Para você ter uma ideia, esse é um valor suficiente para sustentar por quatro anos e meio a Universidade de Brasília. Ou pagar bolsas de estudo de todos os pós-graduandos do país por mais de um ano. 

“Em vez de investir no fortalecimento da indústria nacional de software, na formação de mão de obra qualificada ou no desenvolvimento de soluções abertas e interoperáveis, o país opta por contratar produtos prontos, ofertados por grandes corporações estrangeiras, especialmente pelas chamadas big techs”, cita a pesquisa.

O estudo foi feito levando em consideração dados públicos de compras, disponíveis no Painel de Preços, no Portal Nacional de Contratações Públicas e no Catálogo de Soluções de TIC com Condições Padronizadas. Os valores são referentes a compras de licenças de software, como pacote Office e Workspace do Google, serviços de hospedagem em nuvem e soluções de segurança.

Os pesquisadores ainda alertam que esse valor é a ponta do iceberg. Os números podem ser ainda maiores, já que não foram corrigidos e muitos contratos são feitos por meio de intermediárias, o que dificulta o rastreio. Além disso, falta transparência: não há um repositório central que detalha todas essas contratações, que são espalhadas em diferentes sistemas.

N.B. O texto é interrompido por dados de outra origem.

def tension_shear_interaction(Nua, phiNn, Vua, phiVn):
    """Tension-shear interaction ratio of an anchor; passes at <= 1.0.

    Full strength in tension where V <= 0.2 phiVn, full strength in shear where N <= 0.2 phiNn
    (§17.8.1, 17.8.2): ratio = max(N/phiNn, V/phiVn); otherwise (N/phiNn + V/phiVn) / 1.2
    (Eq. 17.8.3), never below either single ratio. Works on either basis as long as demand and
    capacity share it.

    Parameters
    ----------
    Nua, phiNn : float or array_like
        Tension demand and capacity, same unit (magnitudes are used).
    Vua, phiVn : float or array_like
        Shear demand and capacity, same unit.

    Returns
    -------
    float or ndarray
        The ratio, dimensionless.

    References
    ----------
    ACI 318-19 §17.8 (from memory).

    Examples
    --------
    Half of each: (0.5 + 0.5) / 1.2 = 0.833; 0.9 in tension with 0.1 in shear: 0.9 alone.

    >>> round(float(tension_shear_interaction(0.5, 1.0, 0.5, 1.0)), 3)
    0.833
    >>> float(tension_shear_interaction(0.9, 1.0, 0.1, 1.0))
    0.9
    """
    n = np.abs(Nua) / np.asarray(phiNn, dtype=float)
    v = np.abs(Vua) / np.asarray(phiVn, dtype=float)
    single = np.maximum(n, v)
    return np.where((n <= 0.2) | (v <= 0.2), single, np.maximum(single, (n + v) / 1.2))[()]


@dataclass(frozen=True)
class AnchorCapacity:
    """Capacities of one slab anchor (or arrays of them), lb, on `basis`, by failure mode."""

    basis: str
    steel_tension: np.ndarray
    breakout_tension: np.ndarray
    pullout: np.ndarray
    steel_shear: np.ndarray
    breakout_shear: np.ndarray
    pryout: np.ndarray
    tension: np.ndarray
    shear: np.ndarray
    tension_mode: np.ndarray
    shear_mode: np.ndarray


def _governing(values, names):
    """Least capacity and its mode name; NaN (a mode that cannot be evaluated) propagates."""
    stack = np.stack(np.broadcast_arrays(*values)).astype(float)
    least = np.min(stack, axis=0)  # NaN wins: an unknown mode leaves the anchor unknown
    mode = np.asarray(names)[np.argmin(np.where(np.isnan(stack), -np.inf, stack), axis=0)]
    return least[()], mode


def slab_anchor_capacity(hef_in, fc_psi, Ase_in2, futa_psi, da_in, ha_in,
                         c1_in=np.inf, c2_in=np.inf, c3_in=np.inf, c4_in=np.inf,
                         cast_in=True, cracked=True, category=1, ductile=True,
                         Abrg_in2=None, pullout_lb=None, fya_psi=None, cac_in=None,
                         grout_pad=False, basis="ASD", lambda_a=LAMBDA_A_NORMAL_WEIGHT):
    """Tension and shear capacity of one anchor in a slab by every ACI 318-19 Ch. 17 mode.

    Edges: c1 in the direction of the shear (the foot's pull toward the wall for a brace in
    tension), c3 behind it, c2/c4 at the sides; inf where there is no edge. Pullout: headed
    (Abrg_in2) or the nominal value from the product's report (pullout_lb); with neither it
    is NaN and so is the governing tension (inf where the report says pullout does not
    govern). Adhesive bond (§17.6.5) is not covered. Condition B phi (Table 17.5.3).
    """
    ncb = tension_breakout(hef_in, fc_psi, c1_in=c1_in, c2_in=c2_in, c3_in=c3_in, c4_in=c4_in,
                           cast_in=cast_in, cracked=cracked, cac_in=cac_in, lambda_a=lambda_a)
    if Abrg_in2 is not None:
        npn = headed_pullout(Abrg_in2, fc_psi, cracked)
    elif pullout_lb is not None:
        npn = np.asarray(pullout_lb, dtype=float)
    else:
        npn = np.full(np.shape(ncb), np.nan)
    phi_concrete = phi_concrete_tension(cast_in, category)
    modes_t = (
        _on_basis(PHI_STEEL[("tension", ductile)] * steel_tension(Ase_in2, futa_psi, fya_psi),
                  basis),
        _on_basis(phi_concrete * ncb, basis),
        _on_basis(phi_concrete * npn, basis),
    )
    modes_v = (
        _on_basis(PHI_STEEL[("shear", ductile)]
                  * steel_shear(Ase_in2, futa_psi, grout_pad, fya_psi), basis),
        _on_basis(PHI_SHEAR_CONCRETE * shear_breakout(
            c1_in, hef_in, da_in, fc_psi, ha_in, ca2_in=c2_in, ca2_other_in=c4_in,
            cracked=cracked, lambda_a=lambda_a), basis),
        _on_basis(PHI_SHEAR_CONCRETE * pryout(ncb, hef_in), basis),
    )
    modes = [m[()] for m in np.broadcast_arrays(*modes_t, *modes_v)]
    modes_t, modes_v = modes[:3], modes[3:]
    tension, tension_mode = _governing(modes_t, ["steel", "concrete breakout", "pullout"])
    shear, shear_mode = _governing(modes_v, ["steel", "concrete breakout", "pryout"])
    return AnchorCapacity(
        basis=basis, steel_tension=modes_t[0], breakout_tension=modes_t[1], pullout=modes_t[2],
        steel_shear=modes_v[0], breakout_shear=modes_v[1], pryout=modes_v[2], tension=tension,
        shear=shear, tension_mode=tension_mode, shear_mode=shear_mode)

Só a Microsoft já abocanhou mais de R$ 3 bilhões 

A dependência das big techs atravessa todas as esferas de governos – municipais, estaduais e federal – e vem de longe, passando por todos os últimos governos. 

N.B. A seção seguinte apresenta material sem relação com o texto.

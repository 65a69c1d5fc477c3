"""The `bracing` command: panel, check, schema (and the site, schedule and interface commands).

Validation lives here and in the model: bad input exits with code 2 and a message naming the
file, item and field; never a traceback.
"""

from __future__ import annotations

import argparse
import hashlib
import json
import signal
import sys
from datetime import UTC
from pathlib import Path

from pydantic import ValidationError

from bracing import backfill_view, scenario
from bracing.cli_args import (
    DIFF_EXIT_CODES,
    EXIT_BAD_INPUT,
    EXIT_FAILS,
    BadInput,
    Parser,
    check_output,
    every_action,
    flags_given,
    given,
    internal_error,
    output_options,
)
from bracing.evaluate import evaluate
from bracing.model import Site
from bracing.panel_flags import flag_problem, panel_site
from bracing.report import json_view
from bracing.schedule import site_forecast


def main(argv: list[str] | None = None) -> int:
    if hasattr(signal, "SIGPIPE"):  # `bracing check ... | head` ends quietly
        signal.signal(signal.SIGPIPE, signal.SIG_DFL)
    parser = build_parser()
    args = parser.parse_args(argv)
    flags_given(parser, args)
    try:
        check_output(args)
        return args.run(args)
    except BadInput as exc:
        print(f"bracing: {exc}", file=sys.stderr)
        return EXIT_BAD_INPUT
    except scenario.SiteFileError as exc:
        print(f"bracing: {len(exc.problems)} problem(s) in {exc.path}:", file=sys.stderr)
        for problem in exc.problems:
            print(f"  {problem}", file=sys.stderr)
        return EXIT_BAD_INPUT
    except Exception:  # noqa: BLE001 - the last line of defence, not the way errors are handled
        return internal_error()


def build_parser() -> argparse.ArgumentParser:
    parser = Parser(
        prog="bracing",
        description="Plan and check the temporary bracing of walls standing before their "
                    "diaphragm exists. A planning aid: a qualified person designs and approves "
                    "the bracing.")
    commands = parser.add_subparsers(dest="command", required=True, parser_class=Parser)
    _panel_command(commands)
    backfill_view.add_command(commands).set_defaults(run=run_backfill)
    for add_command in (_check_command, _diff_command, _verify_command, _schema_command,
                        _schedule_command, _plan_command, _tui_command):
        add_command(commands)
    for action in every_action(parser):  # every value, flag or file name, must be given
        one_value = action.nargs is None or (action.nargs == "?" and not action.option_strings)
        if one_value and action.choices is None:
            action.type = given(action.type or str)
    return parser


def _panel_command(commands) -> None:
    panel = commands.add_parser("panel", help="quick check of one wall standing alone")
    add = panel.add_argument
    add("--height", required=True, help="wall height, e.g. 30ft (bare number: ft)")
    add("--width", required=True, help="wall length along the wind, e.g. 24ft (ft)")
    add("--thickness", required=True, help="e.g. 7.25in (bare number: in)")
    add("--material", choices=["concrete", "masonry", "framed"], default="concrete")
    weight = panel.add_mutually_exclusive_group()
    weight.add_argument("--unit-weight", help="e.g. 150pcf (pcf)")
    weight.add_argument("--face-weight", help="weight per face area, e.g. 36psf (psf)")
    add("--opening-area", help="openings by area, e.g. 96ft^2 (ft^2)")
    add("--wind", required=True, help="basic wind speed, e.g. 115mph (mph)")
    add("--exposure", default="C", help="B, C or D (default C)")
    period = panel.add_mutually_exclusive_group()
    period.add_argument("--duration", help="standing time, e.g. 5weeks (weeks)")
    period.add_argument("--period-factor", help="ASCE 37-14 factor set directly")
    add("--kzt", default="1.0", help="topographic factor (default 1.0)")
    add("--ground-elevation", help="site elevation for Ke, e.g. 2000ft (ft)")
    add("--footing-width", help="footing width across the wall (ft)")
    add("--footing-thickness", help="footing depth (ft)")
    add("--mortar-age", help="masonry mortar age, e.g. 3days (days)")
    _panel_brace_options(panel)
    add("--limit-speed", help="observed gust limit for the unbraced height, e.g. 20mph (mph)")
    add("--stand-down-ratio", help="stand-down speed / working-limit speed (default 0.8)")
    add("--basis", choices=["ASD", "LRFD"], default="ASD")
    output_options(panel)
    panel.set_defaults(run=run_panel)


def _panel_brace_options(panel) -> None:
    add = panel.add_argument
    add("--braces", type=int, help="number of braces (checked with the braces module)")
    add("--insert-height", help="brace insert height (ft)")
    angle = panel.add_mutually_exclusive_group()
    angle.add_argument("--brace-angle", help="brace angle from horizontal (deg)")
    angle.add_argument("--anchor-distance", help="brace foot distance from the wall face (ft)")
    add("--brace-capacity", help="allowable brace load (lb), in compression and in tension")
    add("--sill-fastening", help="framed walls: allowable uplift of the sill fastening per ft "
                                 "of sill, e.g. 200plf (plf)")


def _check_command(commands) -> None:
    check = commands.add_parser("check", help="check every wall of a site file")
    check.add_argument("site", help="site file (TOML)")
    check.add_argument("--design", action="store_true",
                       help="lay out braces for walls that need them and have none")
    output_options(check)
    check.add_argument("--findings", action="store_true",
                       help="the reviewer's report: only what needs action, worst first, then "
                            "what was not checked")
    check.add_argument("--format", choices=["text", "html"], default="text",
                       help="with --findings: text (100 columns) or printable HTML")
    check.add_argument("-o", "--output", help="file to write (default: print)")
    check.set_defaults(run=run_check)


def _diff_command(commands) -> None:
    diff = commands.add_parser(
        "diff", help="what changed between two revisions of a site file",
        epilog=DIFF_EXIT_CODES)
    diff.add_argument("old", help="the site file reviewed before (TOML)")
    diff.add_argument("new", help="the revised site file (TOML)")
    diff.add_argument("--design", action="store_true",
                      help="lay out braces in both for walls that need them and have none")
    diff.add_argument("--json", action="store_true", help="print one JSON object")
    diff.set_defaults(run=run_diff)


def _verify_command(commands) -> None:
    verify = commands.add_parser(
        "verify", help="reproduce the published worked examples and table values on this "
                       "installation")
    verify.add_argument("--json", action="store_true", help="print one JSON object")
    verify.set_defaults(run=run_verify)


def _schema_command(commands) -> None:
    schema = commands.add_parser("schema", help="print the JSON schema of the site file")
    schema.set_defaults(run=run_schema)


def _schedule_command(commands) -> None:
    schedule = commands.add_parser("schedule", help="print the crew's brace schedule")
    schedule.add_argument("site", help="site file (TOML)")
    schedule.add_argument("--day", type=int, help="one day (default: every day)")
    schedule.add_argument("--format", choices=["html", "csv", "text"],
                          help="text (default on the terminal), csv, or html (with -o only; "
                               "default for -o FILE.html)")
    schedule.add_argument("-o", "--output", help="file to write (default: print)")
    schedule.add_argument("--design", action="store_true",
                          help="lay out braces for walls that need them and have none")
    schedule.add_argument("--units", choices=["us", "si"],
                          help="units of the output (default: the site's [site] units, else us)")
    schedule.set_defaults(run=run_schedule)


def _plan_command(commands) -> None:
    plan = commands.add_parser("plan", help="draw the site plan of a day as SVG")
    plan.add_argument("site", help="site file (TOML)")
    plan.add_argument("--day", type=int, help="the day to draw (default: the busiest)")
    plan.add_argument("-o", "--output", help="SVG file to write (default: print)")
    plan.add_argument("--design", action="store_true",
                      help="lay out braces for walls that need them and have none")
    plan.add_argument("--units", choices=["us", "si"],
                      help="units of the drawing (default: the site's [site] units, else us)")
    plan.set_defaults(run=run_plan)


def _tui_command(commands) -> None:
    tui = commands.add_parser("tui", help="open the terminal interface")
    tui.add_argument("site", nargs="?", help="site file (default: a demo site)")
    tui.set_defaults(run=run_tui)


def run_panel(args) -> int:
    data = panel_site(args)
    try:
        site = Site.model_validate(data)
    except ValidationError as exc:
        raise BadInput("; ".join(flag_problem(e) for e in exc.errors())) from None
    result = evaluate(site)
    p = result.panels[0]
    if args.json:
        print(json_view.dumps(json_view.panel_record(p, result.basis, result.caution)))
    else:
        from bracing.report import text  # the text views only where printed

        units = args.units or "us"
        lines = ([result.caution, ""] + result.basis_statement + [""]
                 + text.panel_text(p, units) + ["", result.caution])
        print("\n".join(text.wrap(text.localize(line, units)) for line in lines))
    return EXIT_FAILS if p.fails else 0


def run_backfill(args) -> int:
    """`bracing backfill`: one foundation wall backfilled before the floor (method notes §12)."""
    try:
        record = backfill_view.evaluate(args)
    except backfill_view.FlagError as exc:
        raise BadInput(str(exc)) from None
    if args.svg:  # the section sketch, written quietly: stdout stays the text or the JSON
        try:
            scenario.atomic_write(Path(args.svg), backfill_view.section_svg(args, record))
        except OSError as exc:
            raise BadInput(f"--svg {args.svg}: not written ({exc.strerror or exc})") from None
    print(backfill_view.dumps(record) if args.json else backfill_view.text(record))
    return 0 if record["passes"] else EXIT_FAILS


def run_check(args) -> int:
    if args.format == "html" and not args.findings:
        raise BadInput("--format html needs --findings")
    if args.findings and args.json:
        raise BadInput("choose one of --findings and --json")
    site_file = scenario.load(args.site)
    result = _evaluate(site_file, args.site, args.design)
    units = args.units or site_file.site.site.units
    if args.json or args.findings:
        review = json_view.review_record(site_file.site, result, review_facts(args.site))
    if args.json and not args.output:  # streamed: a large site's text is never whole in memory
        json_view.write(json_view.site_record(result, review), sys.stdout)
        return verdict(result)
    if args.json:
        out = json_view.dumps(json_view.site_record(result, review))
    elif args.findings:
        from bracing.report import findings

        render = findings.render_html if args.format == "html" else findings.render_text
        out = render(result, review, units)
    else:
        from bracing.report import text

        out = text.site_text(result, units)
    return _write(args.output, out) or verdict(result)


def _evaluate(site_file: scenario.SiteFile, path: str, design: bool):
    """The site checked, its forecast file read first beside the site file (the edge)."""
    site = site_file.site
    return evaluate(site, design=design, forecast=site_forecast(site, Path(path).parent))


def verdict(result) -> int:
    """The exit code of a checked site (design.md §8a): SiteResult.fails is the one test."""
    return EXIT_FAILS if result.fails else 0


def review_facts(path: str) -> dict:
    """What makes a review record traceable: the file's SHA-256 (as `sha256sum` gives it), the
    tool's version, the date (UTC)."""
    from datetime import datetime
    from importlib.metadata import PackageNotFoundError, version

    try:
        digest = hashlib.sha256(Path(path).read_bytes()).hexdigest()
    except OSError as exc:
        raise BadInput(f"{path}: cannot read the file ({exc.strerror})") from None
    try:
        tool_version = version(DISTRIBUTION)
    except PackageNotFoundError:
        tool_version = "unknown (not installed as a package)"
    return {"site_file": str(path), "site_file_sha256": digest, "tool": DISTRIBUTION,
            "tool_version": tool_version,
            "date_utc": datetime.now(UTC).isoformat(timespec="seconds")}


DISTRIBUTION = "wall-bracing"  # pyproject.toml [project] name


def run_diff(args) -> int:
    from bracing import diff

    old_file, new_file = scenario.load(args.old), scenario.load(args.new)
    old = _evaluate(old_file, args.old, args.design)
    new = _evaluate(new_file, args.new, args.design)
    changes = diff.compare(old_file.site, old, new_file.site, new)
    if args.json:
        print(json_view.dumps(changes.as_dict()))
    else:
        print(diff.render_text(changes, args.old, args.new))
    return EXIT_FAILS if changes.fails else 0


def run_verify(args) -> int:
    from bracing import verification

    outcomes = verification.run()
    if args.json:
        print(json_view.dumps(verification.record(outcomes)))
    else:
        print(verification.render_text(outcomes))
    return EXIT_FAILS if any(not o.passes for o in outcomes) else 0


def run_schedule(args) -> int:
    from bracing.report import schedule

    site_file = scenario.load(args.site)
    result = _evaluate(site_file, args.site, args.design)
    form = args.format or ("text" if not args.output else
                           "csv" if args.output.lower().endswith(".csv") else
                           "text" if args.output.lower().endswith(".txt") else "html")
    if form == "html" and not args.output:
        raise BadInput("--format html: the printed sheet is written to a file; give -o FILE.html")
    try:
        text_out = schedule.render(site_file.site, result, args.day, form,
                                   args.units or site_file.site.site.units)
    except schedule.NoSuchDay as exc:
        raise BadInput(f"--day: {exc}") from None
    return _write(args.output, text_out) or verdict(result)


def run_plan(args) -> int:
    from bracing.report import svg

    site_file = scenario.load(args.site)
    result = _evaluate(site_file, args.site, args.design)
    try:
        drawing = svg.plan_svg(result, args.day, units=args.units or site_file.site.site.units)
    except ValueError as exc:
        raise BadInput(f"--day: {exc}") from None
    return _write(args.output, drawing) or verdict(result)


def run_tui(args) -> int:
    from tui.app import run

    return run(args.site)


def _write(output: str | None, text: str) -> int:
    """Print, or write atomically to `output` keeping the previous file (`scenario.atomic_write`;
    `main` has refused outputs onto the run's inputs); a failed write is exit 2 with its reason."""
    if output:
        try:
            scenario.atomic_write(Path(output), text)
        except OSError as exc:
            raise BadInput(f"-o {output}: not written ({exc.strerror or exc})") from None
        print(f"wrote {output}")
    else:
        print(text)
    return 0


def run_schema(args) -> int:
    print(json.dumps(Site.model_json_schema(), indent=2))
    return 0


if __name__ == "__main__":
    sys.exit(main())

O governo Lula, apesar do discurso público sobre soberania digital, não apenas manteve a política, como também não deu sinais de que pretende diminuir a dependência estrutural das grandes empresas de tecnologia no serviço público. Os valores têm crescido nos últimos anos em todas as esferas de governo, inclusive na federal.

Nos últimos dois anos e meio, segundo os pesquisadores, foram gastos mais de R$ 17 bilhões em licenças, serviços de hospedagem em nuvem e segurança digital, “categorias estratégicas dominadas por fornecedores estrangeiros”, como definem os responsáveis pelo estudo.

Valores gastos em contratos disponíveis no Portal Nacional de Contratações Públicas.

Valores gastos em contratos disponíveis no ComprasNet.

Quatro empresas lideram as compras públicas. A primeira, disparada, é a Microsoft, que recebeu R$ 3,27 bilhões, segundo contratos listados no ComprasNet. Só em 2025, foi R$ 1,6 bilhão em serviços da big tech. Depois, vem a Oracle (R$ 1,02 bilhão), seguida por Google (R$ 938 milhões) e Red Hat, que não é uma big tech do porte das outras, mas é ligada à IBM (R$ 909 milhões).

“Hoje, há um descompasso entre a retórica da soberania digital e a prática orçamentária”, diz Ergon Cugler. “Isso ocorre, em parte, porque muitos gestores sequer enxergam o problema, e boa parte das lideranças políticas não compreende a gravidade.” Ele questiona, por exemplo, a normalização do uso do Microsoft Teams como plataforma de videoconferência. 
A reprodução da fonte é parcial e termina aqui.